Поскольку, как мы помним, вся работа по подготовке призыва инородцев в рабочие дружины велась в режиме строгой секретности, никто, непосредственно в ней не участвовавший, не мог знать о том, в каком безвыходном положении, в какой стрессовой ситуации находился 10 июня 1916 года Дмитрий Савельевич Шуваев. Поэтому не только он сам, но никто из «высших чинов Главного Штаба» и не мог объяснить губернатору А.И. Гиппиусу, почему вдруг так сорвался военный министр.

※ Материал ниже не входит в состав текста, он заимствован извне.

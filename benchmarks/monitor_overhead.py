"""What the stability monitor costs per event: monitor on (defaults) vs off, same stream, same run.

The stream is the invented cold-chain demo feed (``service.scenario``), stationary (no
recalibration, no gateway fault), 4 numeric and 2 categorical features per event.

``monitor_overhead``
    ``Engine.apply`` on prepared batches, the learning loop that the live service and replay
    share, where all of the monitor's work falls (held-out bookkeeping, window scoring, checks).
    Preparing the batches (feature mapping, holdout assignment) is left out, so this is the
    strictest ratio.
``monitor_overhead_with_prepare``
    ``Engine.prepare`` + ``Engine.apply`` from validated events, which adds the per-event mapping
    both runs pay and the holdout hash only the monitored run pays (parsing is still left out).

Both runs use the same batches and alternate; each keeps its fastest repeat, timed in process CPU
time (the machine is shared: the minimum is the least noisy estimate).
Run ``python benchmarks/monitor_overhead.py``; the last line printed is JSON.
"""

from __future__ import annotations

import json
import sys
import time
from pathlib import Path

sys.path.insert(0, str(Path(__file__).resolve().parents[1]))

from service import scenario  # noqa: E402
from service.config import config_from_dict  # noqa: E402
from service.engine import Engine  # noqa: E402
from service.events import EventValidator  # noqa: E402

__all__ = ["measure_monitor_overhead"]

_FEATURES = {"numeric": list(scenario.NUMERIC), "categorical": list(scenario.CATEGORICAL)}


def _config(enabled: bool):
    return config_from_dict({"name": "overhead", "features": _FEATURES, "monitor": {"enabled": enabled}})


def _events(config, n_events: int, seed: int) -> list:
    validator = EventValidator(config)
    feed = scenario.generate(n_events, seed=seed, recalibration_at=1.0, fault_share=0.0)
    return [validator.validate(e, f"[{i}]") for i, e in enumerate(feed)]


def _apply(config, batches) -> tuple[float, Engine]:
    engine = Engine(config)
    start = time.process_time()
    for b in batches:
        engine.apply(b)
    return time.process_time() - start, engine


def _prepare_and_apply(config, events: list, batch: int) -> float:
    engine = Engine(config)
    start = time.process_time()
    for lo in range(0, len(events), batch):
        engine.apply(engine.prepare(events[lo:lo + batch]))
    return time.process_time() - start


def measure_monitor_overhead(n_events: int = 200_000, repeats: int = 7, batch: int = 10_000, seed: int = 3,
                             prepare_events: int = 40_000, prepare_repeats: int = 3) -> dict:
    """Per-event cost with the monitor on (defaults) and off, and their ratios.

    Returns ``{"monitor_overhead": on / off (apply only), "monitor_overhead_with_prepare": ...,
    "us_per_event_on": ..., "us_per_event_off": ..., "events": ..., "checks": ..., "rollbacks": ...,
    "restarts": ...}`` (microseconds of process CPU time per event).
    """
    cfg = {True: _config(True), False: _config(False)}
    events = _events(cfg[True], n_events, seed)
    batches = {on: [Engine(c).prepare(events[lo:lo + batch]) for lo in range(0, n_events, batch)]
               for on, c in cfg.items()}
    for on in (True, False):  # compile (or load) the kernels before timing
        _apply(cfg[on], batches[on][:2])
    best = {True: float("inf"), False: float("inf")}
    engine_on = None
    for _ in range(repeats):
        for on in (False, True):
            t, engine = _apply(cfg[on], batches[on])
            best[on] = min(best[on], t)
            engine_on = engine if on else engine_on
    prep = {True: float("inf"), False: float("inf")}
    for _ in range(prepare_repeats):
        for on in (False, True):
            prep[on] = min(prep[on], _prepare_and_apply(cfg[on], events[:prepare_events], batch))
    kinds = [i["kind"] for i in engine_on.incidents]
    return {"monitor_overhead": best[True] / best[False],
            "monitor_overhead_with_prepare": prep[True] / prep[False],
            "us_per_event_on": best[True] / n_events * 1e6, "us_per_event_off": best[False] / n_events * 1e6,
            "events": n_events, "checks": len(engine_on.trace), "rollbacks": kinds.count("rollback"),
            "restarts": kinds.count("restart")}


def main() -> None:
    result = measure_monitor_overhead()
    print(f"{'path':<34}{'monitor on / off':>18}")
    print(f"{'Engine.apply (us per event)':<34}{result['us_per_event_on']:>8.3f} / {result['us_per_event_off']:.3f}")
    print(f"{'Engine.apply ratio':<34}{result['monitor_overhead']:>18.3f}")
    print(f"{'prepare + apply ratio':<34}{result['monitor_overhead_with_prepare']:>18.3f}")
    print(json.dumps(result))


if __name__ == "__main__":
    main()
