"""``ScpiAnalyzer``: a spectrum analyzer driven by the SCPI strings of a profile.

``configure`` sends every requested setting in the profile's ``apply_order``, then READS BACK
every setting (instruments round RBW, points, averages; the physics must use the applied
values) and returns them as :class:`~noisebench.bench.acquisition.AcquisitionSettings`, with the
filter shape (poles / FFT window), sweep time and detector samples the instrument reports.
``acquire_trace`` starts one complete averaged acquisition, waits for it with a timeout sized
from the expected acquisition time (``*OPC?``, ``*WAI`` in one line with the trace query on a
compound profile, or status polling for long acquisitions), transfers the trace (binary
block, or ASCII) and checks the error queue. Every operation runs
under the instrument lock with the retry/recovery policy of
:class:`~noisebench.drivers.scpi_channel.ScpiChannel`; after a reconnect the settings are read
back, compared with the last applied ones (a difference means the instrument lost them, e.g.
after a reboot: recorded in ``settings_changes``) and re-applied.

Size: one driver, the SCPI analyzer: configure with read-back, traces, markers, noise drive and
recovery all go through the same profile look-ups and settings cache, which a split would have
to share.
"""

from __future__ import annotations

import logging
import math
import time
from collections.abc import Callable
from datetime import datetime, timezone
from enum import Enum
from pathlib import Path
from typing import Any, TypeVar

import numpy as np
from pydantic import ValidationError

from noisebench.bench.acquisition import (
    AcquisitionRequest,
    AcquisitionSettings,
    AveragingScale,
    Detector,
    MarkerKind,
    MarkerReading,
    SweepMode,
    Trace,
    TraceUnit,
)
from noisebench.bench.capabilities import NoiseDriveOutput, PathSwitch
from noisebench.bench.instruments import Analyzer
from noisebench.errors import (
    CommunicationError,
    InputError,
    InstrumentError,
    InstrumentTimeout,
    MeasurementError,
    NoisebenchError,
    UnverifiedStep,
)
from noisebench.science.filters import FilterKind, RbwFilter
from noisebench.science.plausibility import check_trace_values
from noisebench.units import format_frequency, format_frequency_range

from .profile import (
    AnalyzerProfile,
    InstrumentProfile,
    ReplyError,
    load_profile,
)
from .scpi_channel import ScpiChannel, compound_line
from .transport import BlockError, Transport, parse_ascii_values

logger = logging.getLogger(__name__)
T = TypeVar("T")

SIMULATOR_MAKER = "noisebench"
"""Manufacturer field of the simulated instruments' ``*IDN?`` reply."""

__all__ = ["ScpiAnalyzer", "settings_differences"]

_ESR_ERROR_BITS = 4 | 8 | 16 | 32  # query, device-dependent, execution, command error
_TRACE_FORMATS = ("binary", "ascii")


def settings_differences(
    before: AcquisitionSettings, after: AcquisitionSettings, *, rel_tol: float = 1e-9
) -> dict[str, tuple[Any, Any]]:
    """Fields whose values differ between two applied settings: ``{name: (before, after)}``."""
    out: dict[str, tuple[Any, Any]] = {}
    a, b = before.model_dump(), after.model_dump()
    for name, old in a.items():
        new = b.get(name)
        if isinstance(old, float) and isinstance(new, float):
            if not math.isclose(old, new, rel_tol=rel_tol, abs_tol=1e-12):
                out[name] = (old, new)
        elif old != new:
            out[name] = (old, new)
    return out


PARTIAL_READBACK = frozenset({"center_hz", "averages"})
"""Settings whose change moves no other setting: after sending only these, only these are
read back (retuning between point groups, a new average count), and only once per value:
what the instrument applied for a command is kept (``_verified``) until the next full
read-back, error or reconnect, so a sweep revisiting its groups reads each centre back once."""

_READ_WITH = {"center_hz": ("center_hz", "span_hz"), "averages": ("averages",)}
"""The applied fields a partial read-back of each setting reports."""
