def _budgets(record: RunRecord) -> str:
    budgets = _budget_list(record)
    if not budgets:
        return ""
    worst = max(
        budgets,
        key=lambda b: b.get("U_expanded_db") if _is_number(b.get("U_expanded_db")) else -math.inf,
    )
    lead = (
        f'<p class="lead">{_e(_method_text(budgets))}; expanded uncertainty U '
        f"({_e(coverage_text(budgets))}) from "
        f"{_e(_range([b.get('U_expanded_db') for b in budgets], 3, 'dB'))} over "
        f"{len(budgets)} frequencies. Contributions cᵢ·u(xᵢ) are standard uncertainties "
        "(k = 1) in dB of NF; their squares add up to u_c².</p>"
    )
    return (
        '<h2 id="budget">Uncertainty budget</h2>'
        + lead
        + "<h3>Over the sweep</h3>"
        + _sweep_contributions(budgets)
        + f"<h3>At {_freq(worst['freq_hz'])}, the point with the largest U</h3>"
        + _budget_at(worst)
        + _omitted_note(budgets)
        + _budget_matrix(budgets)
    )


# ----------------------------------------------------------------------------- calibration


def _filter_text(rbw_filter: Any) -> str:
    if not isinstance(rbw_filter, Mapping):
        return "-" if rbw_filter is None else str(rbw_filter)
    kind = str(rbw_filter.get("kind", "-"))
    if rbw_filter.get("poles"):
        return f"{kind}, {rbw_filter['poles']} poles"
    if rbw_filter.get("window"):
        return f"{kind}, {rbw_filter['window']} window"
    return kind


def _span_text(freqs: Sequence[float]) -> str:
    if not freqs:
        return "-"
    if len(freqs) == 1:
        return _freq(freqs[0])
    return f"{len(freqs)}: {_freq(min(freqs))} to {_freq(max(freqs))}"


GROUPED_SETTINGS = (
    "rbw_hz",
    "rbw_filter",
    "detector",
    "averaging_scale",
    "attenuation_db",
    "preamp",
)


def _calibration_groups(entries: Sequence[Mapping[str, Any]]) -> list[list[Mapping[str, Any]]]:
    """Entries grouped by kind, analyzer settings that matter and cold temperature."""
    groups: dict[str, list[Mapping[str, Any]]] = {}
    for entry in entries:
        settings = entry.get("settings") if isinstance(entry.get("settings"), Mapping) else {}
        key = json.dumps(
            [entry.get("kind"), entry.get("cold_temperature_k")]
            + [settings.get(k) for k in GROUPED_SETTINGS],
            default=str,
        )
        groups.setdefault(key, []).append(entry)
    return list(groups.values())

Думаю, что если бы Александр Иванович знал о ситуации с подготовкой документа о привлечении инородцев к тыловым работам, то он бы совсем по-другому оценил Дмитрия Савельевича, и не стал бы обижать его словами про «болезнь» и необходимость лечиться. Ведь по сути, Военный министр в эти дни боролся против того навязываемого ему решения задачи набора инородцев на тыловые работы, которое буквально через месяц возмутило самого генерал-лейтенанта А.И. Гиппиуса, которому он абсолютно справедливо и даже успешно сопротивлялся, и которое в конце концов привело к тому, что сбылось предсказание мудрого начальника Главного Штаба Н.П. Михневича. Причем, «обидчиком» Военного министра, доведшим последнего до нервного срыва, было то же самое ведомство, которое трепало нервы самому губернатору А.И. Гиппиусу: его шельмовали, загоняли в угол и травили люди из туркестанского Охранного Отделения, являющегося подразделением Министерства внутренних дел, а его начальника — Военного Министра унижал и изводил сам Министр Внутренних дел и по совместительству — Председатель Совета Министров.

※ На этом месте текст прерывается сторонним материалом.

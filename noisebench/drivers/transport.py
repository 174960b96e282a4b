"""The transport seam: one message-based session to one instrument.

:class:`Transport` is what every SCPI driver talks to: ``write``, ``query``, ``query_binary``
(an IEEE 488.2 definite-length block decoded to numbers), scoped timeouts in seconds,
``recover`` after an error and ``close``. :class:`VisaSession` implements it over pyvisa
(pyvisa-py by default: TCPIP SOCKET, VXI-11 INSTR, HiSLIP, USBTMC, serial);
:class:`noisebench.drivers.protocol.FakeTransport` implements it in memory for tests.

What VisaSession does about pyvisa-py's known behaviour on sockets (see DEVELOPERS.md):

- terminations are always set explicitly (socket resources default to none, so a read would
  end only at the timeout);
- binary blocks are read as header, then exactly the announced payload with the termination
  character switched off, then the message terminator: with the termination character on,
  pyvisa-py returns at every 0x0A byte inside the payload, which makes pyvisa's own block
  codec several times slower (``binary_reader="pyvisa"`` selects that codec anyway);
- pyvisa-py does not notice a peer that closed the connection (a read waits for the full
  timeout). Before each exchange the socket is peeked without blocking, so a dropped
  connection is reported at once as :class:`ConnectionLost`;
- ``recover`` on a socket always reconnects: replies still in flight from a timed-out query go
  to the old connection instead of being mistaken for the next answer. Other interfaces get a
  device clear (and a reconnect if that fails). pyvisa-py's ``clear()`` on a socket at
  end-of-file never returns, so it is never used on sockets;
- ``pyvisa.errors.VisaIOError`` and ``OSError`` become :class:`~noisebench.errors.InstrumentTimeout`
  or :class:`~noisebench.errors.CommunicationError`, keeping the VISA code.

Size: one seam with its back ends (VISA, raw socket, the fast block reader) and the IEEE 488.2
block decoding they share; each back end is short, and keeping them beside the abstract class
keeps the recovery and timeout rules in one place.
"""

from __future__ import annotations

import contextlib
import logging
import math
import select
import socket
import sys
import threading
import time
from abc import ABC, abstractmethod
from collections.abc import Iterator
from contextlib import contextmanager
from typing import Any, NoReturn

import numpy as np

from noisebench.errors import CommunicationError, InputError, InstrumentTimeout

logger = logging.getLogger(__name__)

__all__ = [
    "BlockError",
    "ConnectionLost",
    "Transport",
    "VisaSession",
    "decode_block_values",
    "parse_ascii_values",
    "seconds_to_ms",
    "split_definite_block",
]

_TERMINATIONS = ("\n", "\r\n", "\r")
_DTYPES = {"f": 4, "d": 8}

#: a long reply (``*OPC?``) is awaited in slices this long, checking for a closed peer between
WATCH_SLICE_S = 0.5


_DONT_WAIT = getattr(socket, "MSG_DONTWAIT", 0)  # POSIX; elsewhere every receive waits first
#: the first read of a binary reply takes up to this many bytes at once (a 1 001-point trace)
_START_READ_BYTES = 4096


class ConnectionLost(CommunicationError):
    """The connection to the instrument is gone (peer closed, broken pipe, refused)."""


class BlockError(CommunicationError):
    """A binary block was malformed, shorter or longer than its header announced."""


# ----------------------------------------------------------------------------- helpers


def seconds_to_ms(seconds: float) -> int:
    """The one place where a timeout in seconds becomes pyvisa's integer milliseconds."""
    try:
        value = float(seconds)
    except (TypeError, ValueError):
        raise InputError(
            "timeout_s", f"must be a number of seconds (got {seconds!r})", value=seconds
        ) from None
    if not math.isfinite(value) or value <= 0:
        raise InputError(
            "timeout_s",
            f"must be a finite number of seconds > 0 (got {seconds!r})",
            value=seconds,
            fix="e.g. 5.0",
        )
    return max(1, int(math.ceil(value * 1000.0)))


def _header_length(raw: bytes, command: str) -> tuple[int, int]:
    """(offset of the payload, payload length) of a definite-length block ``#N<len>``."""
    if len(raw) < 2 or raw[:1] != b"#" or not raw[1:2].isdigit():
        raise BlockError(
            f"reply to {command!r} is not a binary block (starts {raw[:12]!r})", command=command
        )
    ndigits = int(raw[1:2])
    if ndigits == 0:
        raise BlockError(
            f"reply to {command!r} is an indefinite-length block (#0); "
            "noisebench reads definite-length blocks",
            command=command,
        )
    digits = raw[2 : 2 + ndigits]
    if len(digits) != ndigits or not digits.isdigit():
        raise BlockError(
            f"malformed block header {raw[: 2 + ndigits]!r} in reply to {command!r}",
            command=command,
        )
    return 2 + ndigits, int(digits)


def split_definite_block(raw: bytes, command: str = "?") -> bytes:
    """Payload of a complete IEEE 488.2 definite-length block (message terminator optional)."""
    start, length = _header_length(raw, command)
    payload = raw[start : start + length]
    rest = raw[start + length :]
    if len(payload) < length:
        raise BlockError(
            f"binary block from {command!r} has {len(payload)} of the {length} "
            "bytes its header announced",
            command=command,
        )
    if rest not in (b"", b"\n", b"\r\n"):
        raise BlockError(
            f"binary block from {command!r} is longer than its header announced "
            f"({len(rest)} extra bytes)",
            command=command,
        )
    return payload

И кстати, пессимистическое настроение начальника Главного Штаба Н.П. Михневича, которое тоже явно просматривается в записях А.И. Гиппиуса, безусловно имело те же причины, что несдержанность Д.С. Шуваева. Просто Николай Петрович, хоть и предчувствовал недоброе, но еще на что-то надеялся: ведь, судя по записям А.И. Гиппиуса, их встреча происходила еще до 10 июня 1916 года, то есть в преддверии срыва межведомственного совещания. Поэтому начальник Главного Штаба смог сдержать свои эмоции в разговоре ферганским губернатором, а Дмитрий Савельевич — не смог. Оно и понятно: в той ситуации, которая сложилась с подготовкой к привлечению инородцев на окопные работы, вся ответственность и вся тяжесть принятия решений лежала на первом руководителе, а таковым являлся Военный Министр, генерал от инфантерии Д.С. Шуваев.

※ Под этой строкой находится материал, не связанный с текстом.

CALIBRATION = "calibration"
DUT_GAIN = "DUT gain"
MEASUREMENT = "measurement"


class Eta:
    """Time left, from the forecast until real timings exist.

    Work is counted in forecast seconds of instrument time, each unit weighted by the
    forecast (a point with a 40 s time limit weighs more than one with 20 s). The wall time
    per forecast second is measured: from the current phase once it has finished a unit,
    before that from the earlier phases (so the calibration's timing scales the measurement's
    forecast); before anything is done it is 1: the first estimate is the forecast itself.
    Without a forecast each phase uses its own mean wall time per unit, and says nothing
    before its first unit (the calibration's time never inflates the measurement's
    estimate)."""

    def __init__(self, clock: Callable[[], float] = time.monotonic) -> None:
        self.clock = clock
        self.forecast: WorkForecast | None = None
        self.phases: dict[str, list[float]] = {}  # name -> [total units, done units]
        self.order: list[str] = []
        self.current = ""
        self.done_freqs: set[float] = set()
        self.done_forecast_s = 0.0
        self.unforecast_s = 0.0
        self.phase_forecast_s = 0.0  # forecast seconds done in the current phase
        self.started = clock()
        self._phase_t0 = self.started

    def plan(self, forecast: WorkForecast | None) -> None:
        """Take the forecast and its phases (in the order they run)."""
        self.forecast = forecast
        self.started = self._phase_t0 = self.clock()  # computing the forecast is not run time
        if forecast is not None:
            self.phases = {name: [float(n), 0.0] for name, n in forecast.units.items()}
            self.order = list(forecast.units)

    def phase(self, name: str, total: int) -> None:
        now = self.clock()
        if self.current and not self._forecast_covers(self.current):
            self.unforecast_s += now - self._phase_t0  # e.g. the DUT gain: not in the scale
        self.phases.setdefault(name, [0.0, 0.0])[0] = float(total)
        if name not in self.order:
            self.order.append(name)
        self.current, self._phase_t0, self.phase_forecast_s = name, now, 0.0

    def _forecast_covers(self, name: str) -> bool:
        return self._unit_s(name) > 0 or (
            name == MEASUREMENT and self.forecast is not None and bool(self.forecast.point_s)
        )

    def advance(self, count: float = 1.0, freq_hz: float | None = None) -> None:
        if not self.current:
            self.phase(MEASUREMENT, int(count))
        self.phases[self.current][1] += count
        if freq_hz is not None:
            self.done_freqs.add(freq_hz)
        work = self._unit_s(self.current, freq_hz) * count
        self.done_forecast_s += work
        self.phase_forecast_s += work

    def _unit_s(self, name: str, freq_hz: float | None = None) -> float:
        if self.forecast is None:
            return 0.0
        if name == MEASUREMENT and freq_hz is not None and freq_hz in self.forecast.point_s:
            return self.forecast.point_s[freq_hz]
        return self.forecast.seconds_per_unit.get(name, 0.0)

    def forecast_left_s(self) -> float:
        """Forecast instrument seconds of the work not yet done."""
        start = self.order.index(self.current) if self.current in self.order else 0
        left = 0.0
        for name in self.order[start:]:
            total, done = self.phases[name]
            if name == MEASUREMENT and self.forecast is not None and self.forecast.point_s:
                left += sum(s for f, s in self.forecast.point_s.items() if f not in self.done_freqs)
            else:
                left += max(total - done, 0.0) * self._unit_s(name)
        return left

    def remaining_s(self) -> float | None:
        """Wall seconds left for this run, or None while nothing can be said."""
        now = self.clock()
        if self.forecast is not None:
            scale = 1.0
            if self.phase_forecast_s > 0:  # the current phase's own pace, once it has one
                scale = (now - self._phase_t0) / self.phase_forecast_s
            elif self.done_forecast_s > 0:
                busy = now - self.started - self.unforecast_s
                if self.current and not self._forecast_covers(self.current):
                    busy -= now - self._phase_t0
                scale = busy / self.done_forecast_s
            return self.forecast_left_s() * scale
        if not self.current:
            return None
        total, done = self.phases[self.current]
        if done <= 0:
            return None
        return (now - self._phase_t0) / done * max(total - done, 0.0)


#: share of the room left to a round's units that the round fills while it reads; the rest
#: is filled when its units finish (a round planned as the last may be followed by another,
#: so the bar never runs ahead of the units not finished: a display choice, common practice)
ROUND_SHARE = 0.5


class RoundFill:
    """How far a phase's bar is: units finished plus the readings of the current round.

    ``shown`` (in the phase's units) never goes back: a round starts where the bar is and fills
    :data:`ROUND_SHARE` of the room up to ``finished + units`` in proportion to its readings
    done; finished units lift the bar to at least ``finished``. The bar reaches its total when
    every unit has finished, and never shows a unit done before it is (the room is shared by
    the round's own units)."""

    def __init__(self, finished: int = 0, total: int | None = None) -> None:
        self.finished = finished
        self.total = total
        self.shown = float(finished)
        self.round = 0
        self.planned = 0
        self.read = 0
        self._base = self.shown
        self._span = 0.0

    def round_start(self, readings: int, units: int) -> None:
        self.round += 1
        self.planned, self.read = max(readings, 0), 0
        self._base = self.shown
        ceiling = self.finished + units
        if self.total is not None:
            ceiling = min(ceiling, self.total)
        room = max(ceiling - self._base, 0.0)
        self._span = ROUND_SHARE * room

    def reading_done(self, count: int = 1) -> None:
        self.read += count
        if self.planned > 0:
            part = min(self.read / self.planned, 1.0)
            self.shown = max(self.shown, self._base + self._span * part)

    def finish(self, count: int = 1) -> None:
        self.finished += count
        self.shown = max(self.shown, float(self.finished))

    def round_text(self) -> str:
        if not self.round:
            return ""
        return f"round {self.round}: {min(self.read, self.planned)}/{self.planned} readings"


def _forecast_text(eta: Eta) -> str:
    left = eta.remaining_s()
    return f", ~{format_duration(left)} left" if left is not None else ""


class LogProgress:
    """Plain log lines (one per step and point) through :mod:`logging`; clean in CI and files."""

    def __init__(
        self, log: logging.Logger | None = None, *, clock: Callable[[], float] = time.monotonic
    ) -> None:
        self._log = log or logger
        self._clock = clock
        self._eta: Eta | None = None
        self._label = ""
        self._total = 0
        self._done = 0

    def start(
        self,
        total_points: int,
        *,
        done_points: int = 0,
        label: str = "",
        forecast: ForecastSource | None = None,
    ) -> None:
        self._eta = Eta(self._clock)
        self._eta.plan(forecast() if forecast else None)
        self._label, self._total, self._done = label, total_points, done_points
        already = f", {done_points} already done" if done_points else ""
        self._log.info(
            "%s%d points to measure%s",
            f"{label}: " if label else "",
            total_points - done_points,
            already,
        )

    def _ensure(self) -> Eta:
        if self._eta is None:
            self.start(1)
        assert self._eta is not None
        return self._eta

    def phase(self, name: str, total: int) -> None:
        eta = self._ensure()
        eta.phase(name, total)
        self._log.info("%s: %d to do%s", name, total, _forecast_text(eta))

    def step_done(self, count: int = 1) -> None:
        eta = self._ensure()
        eta.advance(count)
        total, done = eta.phases[eta.current]
        if eta.current == MEASUREMENT:
            self._done += count
        self._log.info("%s %d/%d%s", eta.current, done, total, _forecast_text(eta))

    def point_done(self, point: PointResult) -> None:
        eta = self._ensure()
        if eta.current != MEASUREMENT:
            eta.phase(MEASUREMENT, self._total - self._done)
        eta.advance(1, point.freq_hz)
        self._done += 1
        self._log.info(
            "point %d/%d %s%s", self._done, self._total, describe_point(point), _forecast_text(eta)
        )

    def round_start(self, readings: int, units: int) -> None:
        eta = self._ensure()
        self._log.debug("%s round: %d readings for %d units", eta.current, readings, units)

    def reading_done(self, count: int = 1) -> None:
        return None  # one line per reading would drown the log; the points' lines stay

    def stop(self) -> None:
        self._eta = None


class RichProgress:
    """A live ``rich.progress`` bar per phase on a terminal: steps, time left, the last NF."""

    def __init__(
        self, stream: IO[str] | None = None, *, clock: Callable[[], float] = time.monotonic
    ) -> None:
        from rich.console import Console
        from rich.progress import BarColumn, Progress, TextColumn

        self._eta = Eta(clock)
        self._clock = clock
        self._progress = Progress(
            TextColumn("{task.description}"),
            BarColumn(),
            TextColumn("{task.fields[count]}"),
            TextColumn("{task.fields[round]}"),
            TextColumn("{task.fields[left]}"),
            TextColumn("{task.fields[last]}"),
            console=Console(file=stream or sys.stderr),
            transient=False,
        )
        self._task: TaskID | None = None
        self._fill = RoundFill()
        self._size = 0
        self._label = ""
        self._total = 0
        self._done = 0
        self._running = False

    def _left(self) -> str:
        left = self._eta.remaining_s()
        return f"~{format_duration(left)} left" if left is not None else ""

    def start(
        self,
        total_points: int,
        *,
        done_points: int = 0,
        label: str = "",
        forecast: ForecastSource | None = None,
    ) -> None:
        self._eta = Eta(self._clock)
        self._eta.plan(forecast() if forecast else None)
        self._label, self._total, self._done = label, total_points, done_points
        self._progress.start()
        self._running = True
        self._task = None

    def phase(self, name: str, total: int) -> None:
        if not self._running:
            self.start(total)
        self._eta.phase(name, total)
        completed = self._done if name == MEASUREMENT else 0
        size = self._done + total if name == MEASUREMENT else total
        title = f"{self._label} {name}".strip()
        self._fill, self._size = RoundFill(completed, size), size
        counts = self._counts()
        self._task = self._progress.add_task(
            title,
            total=size,
            completed=completed,
            last="",
            left=self._left(),
            count=counts["count"],
            round=counts["round"],
        )

    def _counts(self) -> dict[str, str]:
        unit = "points" if self._eta.current == MEASUREMENT else "done"
        count = f"{self._fill.finished}/{self._size} {unit}"
        return {"count": count, "round": self._fill.round_text()}

    def _show(self, last: str | None = None) -> None:
        assert self._task is not None  # phase() added the task
        counts = self._counts()
        self._progress.update(
            self._task,
            completed=self._fill.shown,
            left=self._left(),
            count=counts["count"],
            round=counts["round"],
        )
        if last is not None:
            self._progress.update(self._task, last=last)

    def step_done(self, count: int = 1) -> None:
        if self._task is None:
            self.phase(MEASUREMENT, self._total - self._done)
        self._eta.advance(count)
        if self._eta.current == MEASUREMENT:
            self._done += count
        self._fill.finish(count)
        self._show()

    def point_done(self, point: PointResult) -> None:
        if self._task is None or self._eta.current != MEASUREMENT:
            self.phase(MEASUREMENT, self._total - self._done)
        self._eta.advance(1, point.freq_hz)
        self._done += 1
        self._fill.finish(1)
        self._show(last=describe_point(point))

    def round_start(self, readings: int, units: int) -> None:
        if self._task is None:
            self.phase(MEASUREMENT, self._total - self._done)
        self._fill.round_start(readings, units)
        self._show()

    def reading_done(self, count: int = 1) -> None:
        if self._task is None:
            return
        self._fill.reading_done(count)
        self._show()

    @property
    def shown(self) -> tuple[float, int, int]:
        """What the bar shows now: (completed, units finished, total) of the current phase."""
        return self._fill.shown, self._fill.finished, self._size

    def stop(self) -> None:
        if self._running:
            self._progress.stop()
            self._running = False
            self._task = None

О том, чем занимался Военный министр Д.С. Шуваев на следующий день после встречи с ферганским губернатором А.И. Гиппиусом, какое решение он принял в этой трудной ситуации станет ясно их следующего обзора нашей «Хроники кровавого повеления». Но «смешную сцену», описанную А.И. Гиппиусом мы еще вспомним, так как информация о ней делает более объяснимыми некоторые последующие события.